I started by making a paper template of the size of the hardpoint I required and taped it to the workbench. I then covered the template with cling wrap and started the lay-up by first laying down the Peel ply, 24 layers of BID and then finished with another layer of Peel ply. The completed lay-up was then covered with more cling wrap and weighted down using a flat plank and lots of lead. I used 0.25” thick foam off-cuts as spacers to ensure that I didn’t flatten the lay-up by more than 0.25”. I used the Fein to cut out the hard points to the required shape to fit into the pre-cut foam Bulkheads.NB: - Remember to remove the Peel Ply on the hardpoints before starting with the remaining overall layups on the Bulkheads. I forgot to do this on one hardpoint, fortunately I released what I had done in time, whilst still applying the last layer of BID and was able to remove the Peel Ply before continuing with the final layup.
Step 5 – Firewall
Due to Christmas holidays I didn’t get this section finished before the end of the year as hoped. The cutting out of the Firewall templates and the temporary Firewall was completed back in November 2005, so it shouldn’t take too long for me to complete the 4 sections, which make up the Permanent Firewall. It has been reported by most builders that the plans recommended method for securing the 4 Blinds screws for the control wire pulleys is not good enough and they start turning after a while. I filed the screw heads into a + sign and lightly sanded the head and shaft before floxing them into place, which hopefully should stop them from turning. Only time will tell whether I have made the right decision in doing it this way?

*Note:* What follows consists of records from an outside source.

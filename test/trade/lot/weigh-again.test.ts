import { describe, expect, it } from 'vitest';
import { weighAgain } from '../../../src/trade/lot/weigh-again.ts';
import type { Scale } from '../../../src/trade/mass/scale.ts';
import { weighing, type Weighing, type WeighingOptions } from '../../../src/trade/mass/weighing.ts';
import { decimal } from '../../../src/trade/number/decimal.ts';

const w = (typed: string, options: WeighingOptions = {}): Weighing => {
	const read = weighing(typed, 'g', options);
	if (!read.ok) throw new Error(typed);
	return read.value;
};
const scale: Scale = {
	id: 'counter', name: 'Counter', unit: 'g', division: decimal('0.01'), verification: decimal('0.1'), accuracyClass: 'II', checkedOn: null
};

describe('a lot weighed again at payment', () => {
	it('allows three standard uncertainties: ten readings and one more of 0.01 g, by hand', () => {
		// each reading d/√12; eleven independent ones: 3 × 0.01 × √(11/12) = 0.028723 g
		const entries = Array.from({ length: 10 }, () => w('5.00'));
		const near = weighAgain(entries, w('50.02'));
		expect(near.ok && near.value.allowed).toBeCloseTo(3 * 0.01 * Math.sqrt(11 / 12), 12);
		const far = weighAgain(entries, w('50.03'));
		expect(!far.ok && far.problem.kind).toBe('mass-changed');
		expect(!far.ok && far.problem.difference.grams.toString()).toBe('0.03');
	});

	it('names a piece that has gone', () => {
		const gone = weighAgain([w('12.40'), w('3.11')], w('12.40'));
		expect(!gone.ok && gone.problem).toMatchObject({ kind: 'mass-changed' });
		expect(!gone.ok && gone.problem.difference.grams.toString()).toBe('-3.11');
	});

	it('counts a verified scale that read everything as one error, which cancels where the loads agree', () => {
		const once = weighAgain([w('20.00', { scale })], w('20.00', { scale }), [scale]);
		const other = weighAgain([w('20.00')], w('20.00', { scale }), [scale]);
		expect(once.ok && other.ok && once.value.allowed < other.value.allowed).toBe(true);
	});
});
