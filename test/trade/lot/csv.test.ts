import fc from 'fast-check';
import { describe, expect, it } from 'vitest';
import { guessDelimiter, splitRows, unguard, writeCell } from '../../../src/trade/lot/csv.ts';

const cells = (text: string, delimiter: ',' | ';' | '\t' = ',') => splitRows(text, delimiter).map((row) => row.cells);

describe('rows and cells', () => {
	it.each([
		['a,b\nc,d', [['a', 'b'], ['c', 'd']]], ['a,b\r\nc,d\r\n', [['a', 'b'], ['c', 'd']]], ['a\rb', [['a'], ['b']]], ['\ufeffa', [['a']]], ['', []], ['\n\n , \n', []],
		['"a,b",c', [['a,b', 'c']]], ['"a ""b""",c', [['a "b"', 'c']]], ['"a\r\nb",c\nd', [['a\r\nb', 'c'], ['d']]], ['18" chain,2', [['18" chain', '2']]], ['a,,', [['a', '', '']]]
	])('%j', (text, expected) => expect(cells(text)).toEqual(expected));

	it('counts the lines of the text', () => {
		expect(splitRows('a\n\n"b\nb"\r\nc', ',').map(({ row }) => row)).toEqual([1, 3, 5]);
	});

	it('reports an open or broken quote and goes on with the next line', () => {
		const rows = splitRows('"a\nb\n"c"d,e\nf', ',');
		expect(rows.map(({ row, text, problem }) => [row, text, problem?.kind ?? null])).toEqual([
			[1, '"a', 'table-quote-open'], [2, 'b', null], [3, '"c"d,e', 'table-quote-open'], [4, 'f', null]
		]);
	});

	it('any cells that are written read back', () => {
		fc.assert(
			fc.property(fc.array(fc.array(fc.string({ unit: 'binary', maxLength: 8 }), { minLength: 1, maxLength: 4 }), { maxLength: 4 }), (rows) => {
				const filled = rows.filter((row) => row.some((cell) => cell.trim() !== ''));
				const text = filled.map((row) => row.map(writeCell).join(',')).join('\r\n');
				expect(cells(text).map((row) => row.map(unguard))).toEqual(filled.map((row, at) => row.map((cell, i) => (at + i === 0 ? cell.replace(/^\ufeff/, '') : cell))));
			}),
			{ numRuns: 2_000 }
		);
	});

	it.each(['=1', '+1', '-1', '@a', '\ta', '\ra', '\na', "'=", '＝1'])('guards %j', (text) => {
		expect(writeCell(text).replace(/^"/, '')[0]).toBe("'");
		expect(unguard(`'${text}`)).toBe(text);
	});

	it.each([['a;b\nc;d', ';'], ['a\tb;c', '\t'], ['a,b', ','], ['14k 5,2 g; old\n18k 3 g\n925 8 dwt', ',']])('%j: %j', (text, sign) => {
		expect(guessDelimiter(text)).toBe(sign);
	});
});
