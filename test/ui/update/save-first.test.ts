import { describe, expect, it } from 'vitest';
import { saveAll, saveBeforeUpdate } from '$ui/update/save-first.ts';

const later = (ms: number) => new Promise<void>((resolve) => setTimeout(resolve, ms));

describe('saving drafts before a tab is loaded afresh', () => {
	it('waits for every draft', async () => {
		const saved: string[] = [];
		const off = [
			saveBeforeUpdate(async () => {
				await later(20);
				saved.push('slow');
			}),
			saveBeforeUpdate(() => void saved.push('quick'))
		];
		await saveAll(5_000);
		expect(saved).toEqual(['quick', 'slow']);
		off.forEach((stop) => stop());
	});
	it('lets one that fails not hold up the others', async () => {
		const saved: string[] = [];
		const off = [
			saveBeforeUpdate(() => {
				throw new Error('at once');
			}),
			saveBeforeUpdate(async () => Promise.reject(new Error('later'))),
			saveBeforeUpdate(async () => {
				await later(5);
				saved.push('kept');
			})
		];
		await saveAll(5_000);
		expect(saved).toEqual(['kept']);
		off.forEach((stop) => stop());
	});
	it('does not wait for ever', async () => {
		const off = saveBeforeUpdate(() => new Promise<void>(() => undefined));
		const ended = await Promise.race([saveAll(20).then(() => 'went on'), later(3_000).then(() => 'still waiting')]);
		expect(ended).toBe('went on');
		off();
	});
	it('forgets a page that was left', async () => {
		let calls = 0;
		saveBeforeUpdate(() => void (calls += 1))();
		await saveAll(100);
		expect(calls).toBe(0);
	});
});
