import fc from 'fast-check';
import { describe, expect, it } from 'vitest';
import { joinWords, splitLine } from '../../../src/trade/lot/line-tokens.ts';

const kinds = (line: string) => splitLine(line).tokens.map(({ kind, text, glued }) => `${glued ? '+' : ''}${kind} ${text}`);

describe('the parts of a line', () => {
	it.each([
		['14k 12.4g x3', ['number 14', '+word k', 'number 12.4', '+word g', 'word x', '+number 3']],
		['1/20 14k', ['fraction 1/20', 'number 14', '+word k']],
		['5,20 g - 0,35 g', ['number 5,20', 'word g', 'minus -', 'number 0,35', 'word g']],
		['5g\u22120.3', ['number 5', '+word g', '+minus \u2212', '+number 0.3']],
		['14-karat', ['number 14', 'word karat']],
		['14k, x', ['number 14', '+word k', 'word x']],
		['12,', ['number 12']],
		['12..5', ['number 12..5']],
		["1'234.5", ["number 1'234.5"]],
		['58.5%', ['number 58.5', '+percent %']],
		['½ १', ['odd ½', 'odd १']],
		['3×', ['number 3', '+word ×']]
	])('%s', (line, expected) => expect(kinds(line)).toEqual(expected));

	it('every part stands where it says', () => {
		fc.assert(
			fc.property(fc.string({ unit: 'binary', maxLength: 40 }), (line) => {
				let last = 0;
				for (const { text, start, end } of splitLine(line).tokens) {
					expect(start >= last && end > start && line.slice(start, end) === text).toBe(true);
					last = end;
				}
			}),
			{ numRuns: 2_000 }
		);
	});

	it.each([
		['14k # left box', null, 'left box'], ['14k #', null, ''], ['pre-1981 14k', 'us-before-1981', ''], ['14k hallmarked', 'hallmarked', ''],
		['no mark 585', 'unmarked', ''], ['US modern 14k', 'us-modern', ''], ['a#b', null, '']
	])('%s: origin and note', (line, origin, note) => {
		expect([splitLine(line).origin, splitLine(line).note]).toEqual([origin, note]);
	});

	it.each([["men's t-bar", "men's t-bar"], ['a  b', 'a b'], ['(worn) ring', 'worn ring'], ['R&B', 'R&B']])('%s is joined as %s', (line, joined) => {
		expect(joinWords(line, splitLine(line).tokens)).toBe(joined);
	});
});
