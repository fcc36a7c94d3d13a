import fc from 'fast-check';
import { describe, expect, it, vi } from 'vitest';
import { addPiece, addPieces, emptySums } from '../../../src/trade/lot/sums.ts';
import { decodeSums, encodeSums } from '../../../src/trade/lot/sums-stored.ts';
import { anyPiece, pieceOf } from '../piece/some-pieces.ts';

// a thousand lots take a while on a busy machine
vi.setConfig({ testTimeout: 120_000 });

describe('the sums of a lot in a store', () => {
	it('is stored as text and read back the same; damaged text is refused', () => {
		fc.assert(
			fc.property(fc.array(anyPiece, { maxLength: 4 }), (pieces) => {
				const sums = addPieces(emptySums(), pieces.map((piece, at) => ({ piece, key: `p${at}` })));
				const stored = JSON.parse(JSON.stringify(encodeSums(sums))) as unknown;
				const read = decodeSums(stored);
				expect(read === null ? null : encodeSums(read)).toEqual(encodeSums(sums));
			}),
			{ numRuns: 1_000 }
		);
		const stored = encodeSums(addPiece(emptySums(), pieceOf('14k chain 12.4g'), 'a'));
		// an older release wrote whole numbers as they are, and knew no findings
		const { shared, own } = addPiece(emptySums(), pieceOf('14k chain 12.4g'), 'a');
		const { expected: _, ...older } = { ...stored, shared, own };
		expect(encodeSums(decodeSums(structuredClone(older))!)).toEqual(stored);
		for (const damage of [
			{ gross: '12,4' }, { net: null }, { entries: 1.5 }, { entries: -1 }, { fine: { Xx: '1' } }, { fine: { Au: '1/0' } }, { fine: [] },
			{ byClass: { a: {} } }, { shared: { a: { Au: '1.5' } } }, { shared: { a: { Xx: '1' } } }, { own: { 'Au Xx': '1' } }, { own: { 'Au Au': 5 } }
		]) {
			expect(decodeSums({ ...stored, ...damage })).toBe(null);
		}
		expect([decodeSums(null), decodeSums('x'), decodeSums([]), decodeSums({})]).toEqual([null, null, null, null]);
	});
});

To stop getting epoxy and flox on the threads of the screws I inserted the screws into the holes first and then squeezed flox into the countersink recesses using a sandwich bag with the corner removed, similar to icing a cake. I have not drilled or cut any holes in the Firewall at this stage and have left the holes for the longerons until Chapter 6, just in case I’m a little off with some of my measurements.Well that completes Chapter 4 and I must admit it took longer than I thought it would - a total of 71 hours. I learned a hell of a lot and was maybe a little over cautious to the point of being anal with ensuring that everything measured and looked exactly right before moving onto the next piece. Cutting out all the Bulkheads was a little fiddly and things got much easier after I purchased the Fein Multi Master, can’t imagine doing this project without it. I’m now looking forward to moving onto bigger things and putting it all together.